Discussing a new attack on SSL/TLS
I thought I’d take the opportunity to focus on something different for this post, we’re going to look at a recently announced attack against SSL/TLS called “CRIME”.
To bring you up to speed, SSL (Secure Sockets Layer) is the original protocol that secures your connection whenever you use a URL beginning with “https://” in your browser. Various flaws have been discovered over time, and SSL has been updated to fix them. TLS (Transport Layer Security) is the successor to SSL and is largely similar in implementation. Out of familiarity, many people still refer to TLS as SSL.
While details of CRIME are yet to be released (it’ll be publicised at Ekoparty, an upcoming Security Conference), it follows on from an earlier attack called BEAST from the same researchers and there are educated guesses as to how it’ll work.
One such guess has been made on the security-related StackExchange board. The writer freely admits that it’s conjecture, but the explanation they provide is comprehensive and appears well-founded based on my own education. Whether that’s how CRIME actually works will be revealed soon enough, but we’ll assume that it’s correct for the sake of discussion.
Outline of CRIME
The overall model of the attack is straightforward: assuming the attacker can hijack the network between the victim and the target website (eg. Gmail), the goal is to steal a cookie for a login session. With this cookie, the attacker can impersonate the victim as though they were logged-in.
The interesting bit here is how the cryptography is broken. On paper it’s very secure, but information can be leaked if compression is used as part of the protocol. By hijacking the victim’s browser and making many requests to the server, the attacker can inspect the encrypted data and see how its behaviour changes very slightly. This is called a chosen-plaintext attack. By doing this they can guess the contents of the victim’s cookie, one character at a time.
CRIME sounds like an interesting attack, and entirely plausible. As things go I wouldn’t expect it to completely break encryption on the web, but it opens up a lot of problems. The suggested workaround, to disable compression, sounds sufficient.

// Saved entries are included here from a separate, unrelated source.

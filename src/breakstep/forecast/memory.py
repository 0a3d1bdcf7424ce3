"""How many bytes of arrays a worker holds at most in a replay.

An output lives on its worker from the start of its task to the end of its last reader there (or of its task, when
all readers are elsewhere); one that nobody reads is a result and stays to the end. What crosses lives on the
reader's worker from the end of its producer to the end of its reader. At one moment, what ends goes first.
"""

from __future__ import annotations

import numpy as np

from breakstep.forecast.graph import DATA, STEP, Int64s, ReplayGraph
from breakstep.forecast.model import MachineModel
from breakstep.forecast.results import Replay


def high_water(graph: ReplayGraph, machine: MachineModel, replay: Replay) -> Int64s:
    """Most bytes alive at once on each worker, shape (workers,)."""
    data = graph.edge_kind == DATA
    ends = graph.producer[data], graph.consumer[data]
    worker = np.where(graph.kind == STEP, replay.slot // machine.threads, -1)
    local = worker[ends[0]] == worker[ends[1]]
    read = np.bincount(ends[0], minlength=graph.tasks) > 0
    until = np.where(read, replay.finish_ns, max(replay.makespan_ns, 1) + 1)
    np.maximum.at(until, ends[0][local], replay.finish_ns[ends[1][local]])
    steps = graph.on_worker
    copied = graph.edge_bytes[data][~local].astype(np.int64)
    sizes = np.concatenate([graph.output_bytes[steps], copied])
    begin = np.concatenate([replay.start_ns[steps], replay.finish_ns[ends[0][~local]]])
    end = np.concatenate([until[steps], replay.finish_ns[ends[1][~local]]])
    where = np.concatenate([worker[steps], worker[ends[1][~local]]])
    return _highest(machine.workers, where, begin, end, sizes)


def _highest(workers: int, where: Int64s, begin: Int64s, end: Int64s, sizes: Int64s) -> Int64s:
    """Highest level reached by intervals [begin, end) of given sizes on each worker."""
    change = np.concatenate([sizes, -sizes])
    order = np.lexsort((change, np.concatenate([begin, end]), np.tile(where, 2)))
    level = np.cumsum(change[order])  # every worker's changes sum to 0, so each begins at 0
    highest = np.zeros(workers, dtype=np.int64)
    np.maximum.at(highest, np.tile(where, 2)[order], level)
    return highest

As described, the attack isn’t completely trivial because it assumes being able to get code into the user’s browser (exploiting stuff like cross-site request forgery). It also requires the attacker to monitor traffic along the path between the victim and the target server, which is a fair amount of effort. This isn’t Hollywood, it’s practically impossible for some anonymous script kiddie to pick you as a victim and sniff your traffic from the other side of the world.

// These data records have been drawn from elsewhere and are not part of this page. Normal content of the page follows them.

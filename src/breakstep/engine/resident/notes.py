"""The record that one worker of a resident run keeps.

Tasks are numbered here exactly as the driver numbers them afterwards, from the phases alone. Nodes of
trees, counters and releases do their work in no time worth measuring, in the event loop or in a thread
that has just finished a task; they are entered as moments. Only the roots of trees call functions of the user's:
they are entered with the time that they took.
"""

from __future__ import annotations

import threading
import time
from typing import TYPE_CHECKING

from breakstep.engine.execute import Interval, Output
from breakstep.engine.recording import Recorder, TaskRow
from breakstep.engine.resident.cycles import cycles_kept, longest_lag
from breakstep.engine.resident.states import Finish, TaskState
from breakstep.engine.resident.wire import Key, Parcel, size_of
from breakstep.graph.numbering import Numbering
from breakstep.graph.unroll import INITIAL, Phase

if TYPE_CHECKING:
    from breakstep.engine.resident.host import Assignment


class Notebook:
    """Rows of one worker, in the numbering of the whole run."""

    def __init__(self, told: Assignment, earlier: Notebook | None = None) -> None:
        program = told.program
        barriers = program.template.stages_with_barrier(told.options.barriers)
        self.on = told.options.record
        self.trace = told.options.trace
        self.recorder = Recorder(told.worker, told.zero)
        self.numbering = Numbering(len(program.tiling), len(told.addresses), barriers)
        self.left_behind: dict[int, int] = {}  # first numbers of phases, once a later run has taken over
        if earlier is not None:
            self.numbering = earlier.numbering
            earlier.left_behind = {number: first.steps for number, first in self.numbering.phases.items()}
            self.numbering.go_on(max(earlier.left_behind, default=INITIAL))
        self._kept = cycles_kept(told.options.window, longest_lag(program.problem.splitting.all_reductions()))
        self._lock = threading.Lock()
        self._first: dict[int, int] = {}  # cycle -> its first phase

    def phase(self, phase: Phase) -> None:
        """A phase has been emitted; numbers of cycles that are closed by then will not be asked for."""
        if not self.on:
            return
        with self._lock:
            self.numbering.add(phase)
            if self._first.setdefault(phase.cycle, phase.number) != phase.number:
                return
            self._first = {c: first for c, first in self._first.items() if c > phase.cycle - self._kept}
            self.numbering.forget(min(self._first.values()))

    def maker(self, phase: int, tile: int) -> int:
        """Number of the task that made a tile's state, after another run has taken over; -1 if unknown."""
        first = self.left_behind.get(phase, -1)
        return first + tile if first >= 0 else -1

    def begin_thread(self, number: int) -> None:
        """The calling thread will work under this number."""
        self.recorder.name_thread(number)

    def watch(self) -> tuple[int, int]:
        """Begin an interval of packing."""
        return time.perf_counter_ns(), time.thread_time_ns()

    def task(self, task: TaskState, thread: int, start: int, output: Output, packing: tuple[int, int] | None) -> int:
        """Enter a task whose rims are cut; returns its end [ns]."""
        end = time.perf_counter_ns()
        if not self.on:
            return end
        phase = task.phase
        number = self.numbering.step(phase.number, task.tile)
        if packing is not None:
            cpu = time.thread_time_ns() - packing[1]
            output.intervals.append(Interval("pack", phase.stage.name, packing[0], end, cpu))
        row = TaskRow(number, "step", phase.stage.name, task.tile, phase.cycle, phase.iteration)
        self.recorder.intervals(number, output.intervals)
        self.recorder.counters(number, output.counters)
        self.recorder.task(row, start, end, output.nbytes, output.skipped, thread=thread)
        if self.trace:
            self.recorder.checksums(number, phase.stage.name, output.fields)
        return end

    def control(self, kind: str, phase: Phase, place: tuple[int, ...], moment: int) -> None:
        """Enter a node, a counter or a release at the moment it did its work."""
        if not self.on:
            return
        numbering = self.numbering
        if kind == "combine":
            number = numbering.node(*place)
            label = next(m.reduction.name for m in phase.makes if m.instance == place[0])
        else:
            number = numbering.counter(phase.number, place[0]) if kind == "count" else numbering.release(phase.number)
            label = f"barrier:{phase.stage.name}"
        row = TaskRow(number, kind, label, -1, phase.cycle, phase.iteration)
        self.recorder.task(row, moment, moment, thread=0)

    def result(self, order: Finish, spent: tuple[int, int, int], thread: int | None) -> None:
        """Enter the root of a tree: start, end and processor time [ns]; a moment if no thread of ours worked on it."""
        if not self.on:
            return
        start, end, cpu = spent
        number, name, phase = self.numbering.node(*order.place), order.making.reduction.name, order.phase
        row = TaskRow(number, "combine", name, -1, phase.cycle, phase.iteration)
        if thread is None:
            self.recorder.task(row, end, end, thread=0)
            return
        self.recorder.intervals(number, [Interval("kernel", name, start, end, cpu)])
        self.recorder.task(row, start, end, thread=thread)

    def arrivals(self, sender: int, parcel: Parcel, arrived: int) -> None:
        """Enter what a message brought; packing and unpacking are booked with its first item."""
        if not self.on:
            return
        first = True
        for key, payload in parcel.items:
            for name, size in size_of(payload).items():
                spent = (parcel.packed, parcel.unpacked) if first else (0, 0)
                self.recorder.arrival(key, name, sender, size, spent, parcel.sent, arrived)
                first = False


def producer_of(key: Key, sender: int, numbering: Numbering, first_phase: dict[int, int]) -> int:
    """Number of the task that made an item; -1 for the initial state.

    Parameters
    ----------
    first_phase : dict of int to int
        For each reduction instance, the phase that made it.
    """
    kind = key[0]
    if kind == "task":
        return int(key[1])
    if kind == "rims":
        return numbering.step(key[3], key[2])
    if kind == "part":
        _, instance, level, index = key
        if level == 0:
            return numbering.step(first_phase[instance], index)
        return numbering.node(instance, level - 1, index)
    if kind == "value":
        return numbering.root(key[1])
    if kind == "count":
        return numbering.counter(key[1], sender)
    return numbering.release(key[1])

There’s a certain amount that all involved parties can do, so we considered how CRIME might affect us in the datacentre, and it looks like there’s a certain risk factor.
Assuming that one of our customers is a high-value target doing lots of e-commerce transactions, the network is a potential weak point (remembering that the attacker needs to sniff network traffic). Getting a server on the same network segment is possible, but not easy for the attacker to “steer”. Once they have a server, they need root access on the operating system to sniff traffic, and then likely need to go unnoticed by our security systems. This is certainly possible.
In terms of risk assessment, our customer can take some solace in the fact that such servers with root access are comparatively rare – Anchor does a lot of fully managed hosting where the customer doesn’t get root privileges. This reduces the attack surface. In addition, a security-concious customer has the option of private network segments that would make such an attack much more difficult.
Or course there are defensive measures available, like disabling compression as suggested. That’s unfortunate, but effective. Hardening browser security may also show some gains here, along with stricter security checking on website.
For now we’re eagerly awaiting the details from Ekoparty.